New inter title introduced in the season premiere.

With the reveal of The CW's 2009-10 schedule, it was announced the series would be returning to its original Tuesday 8:00 pm Eastern/7:00 pm Central, as a lead-in to Melrose Place. 90210 is produced by CBS Television Studios with executive producer Rebecca Sinclair.

When Sinclair took over the series, she said she felt the show needed a "complete overhaul" and hired new writing staff, a new producing director, a new DP, built new sets and new wardrobe for all the cast. With the takeover, Sinclair also introduced a new inter title and opening credits, the cast list now appears after the sequence has finished. The premiere was written by Sinclair and directed by Stuart Gillard.

===Cast===

If Gossip Girl is about youth in New York, I want to [make 90210] about youth in L.A. and Beverly Hills.
— —Rebecca Sinclair on a new direction for the series.

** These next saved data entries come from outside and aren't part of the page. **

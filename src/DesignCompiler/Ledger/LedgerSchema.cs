namespace DesignCompiler.Ledger;

/// <summary>
/// The ledger's tables. Every fact belongs to one entry; each entry's hash covers the entry and
/// all rows that belong to it, and chains to the entry before, so any edit made outside trialc
/// shows. Designs are stored once per text, keyed by their SHA-256.
/// </summary>
internal static class LedgerSchema
{
    /// <summary>Bumped whenever a table or the canonical entry text changes; older trialc versions then refuse the file.</summary>
    public const int Version = 1;

    /// <summary>SQLite's application id for ledger files ("TRLG"), so a ledger is told from any other SQLite file.</summary>
    public const int ApplicationId = 0x54524C47;

    /// <summary>The 64 zeros the first entry chains to.</summary>
    public const string GenesisHash = "0000000000000000000000000000000000000000000000000000000000000000";

    public const string Create = """
        CREATE TABLE meta (
          key   TEXT PRIMARY KEY NOT NULL,
          value TEXT NOT NULL
        ) WITHOUT ROWID;

        CREATE TABLE designs (
          hash TEXT PRIMARY KEY NOT NULL,   -- SHA-256 of the text, lower-case hex
          text TEXT NOT NULL
        ) WITHOUT ROWID;

        CREATE TABLE entries (
          seq          INTEGER PRIMARY KEY,  -- 1, 2, 3 ... in the order written
          kind         TEXT NOT NULL CHECK (kind IN ('issue', 'record', 'amend')),
          round        INTEGER NOT NULL,     -- the round issued or recorded; for an amendment, the last round issued
          design_hash  TEXT NOT NULL REFERENCES designs(hash),
          user_name    TEXT NOT NULL,
          recorded_at  TEXT NOT NULL,        -- UTC, ISO 8601
          tool_version TEXT NOT NULL,
          prev_hash    TEXT NOT NULL,
          hash         TEXT NOT NULL
        );

        CREATE TABLE rounds (
          round     INTEGER PRIMARY KEY,
          entry_seq INTEGER NOT NULL UNIQUE REFERENCES entries(seq),
          plan_json TEXT NOT NULL,           -- the plan JSON written beside the sheets
          plan_data TEXT NOT NULL            -- the plan's figures, read back to re-issue the same sheets
        );

        CREATE TABLE plots (
          round       INTEGER NOT NULL REFERENCES rounds(round),
          ordinal     INTEGER NOT NULL,      -- place on the sheet, from 0
          block       TEXT NOT NULL,
          block_index INTEGER NOT NULL,
          plot_index  INTEGER NOT NULL,
          plot_id     TEXT NOT NULL,
          row         INTEGER,
          col         INTEGER,
          arm         TEXT NOT NULL,
          arm_index   INTEGER NOT NULL,
          PRIMARY KEY (round, ordinal),
          UNIQUE (round, plot_id)
        ) WITHOUT ROWID;

        CREATE TABLE records (
          entry_seq   INTEGER PRIMARY KEY REFERENCES entries(seq),
          round       INTEGER NOT NULL UNIQUE REFERENCES rounds(round),
          file_name   TEXT NOT NULL,
          file_sha256 TEXT NOT NULL UNIQUE
        );

        CREATE TABLE outcomes (
          round          INTEGER NOT NULL,
          ordinal        INTEGER NOT NULL,   -- the plot's place on the issued sheet
          plot_id        TEXT NOT NULL,
          arm            TEXT NOT NULL,
          value          REAL,               -- NULL when missing
          value_text     TEXT,               -- as written on the sheet
          missing_reason TEXT,               -- NULL when there is a value; '' when missing without a reason
          notes          TEXT NOT NULL,
          line           INTEGER NOT NULL,   -- line of the returned sheet
          entry_seq      INTEGER NOT NULL REFERENCES records(entry_seq),
          PRIMARY KEY (round, ordinal),
          FOREIGN KEY (round, ordinal) REFERENCES plots(round, ordinal),
          CHECK ((value IS NULL) <> (missing_reason IS NULL))
        ) WITHOUT ROWID;

        CREATE TABLE amendments (
          entry_seq INTEGER PRIMARY KEY REFERENCES entries(seq),
          old_hash  TEXT NOT NULL,
          new_hash  TEXT NOT NULL REFERENCES designs(hash),
          reason    TEXT NOT NULL
        );
        """;
}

New executive producer Rebecca Sinclair said that second season will rely much less on original characters Jennie Garth, Tori Spelling and Shannen Doherty to boost ratings. As part of the changes, the season also promotes Matt Lanter as Liam Court from a recurring character from the 16th episode to a regular character, while character Ethan Ward (Dustin Milligan) was released from his contract due to the producers feeling his character had reached its conclusion.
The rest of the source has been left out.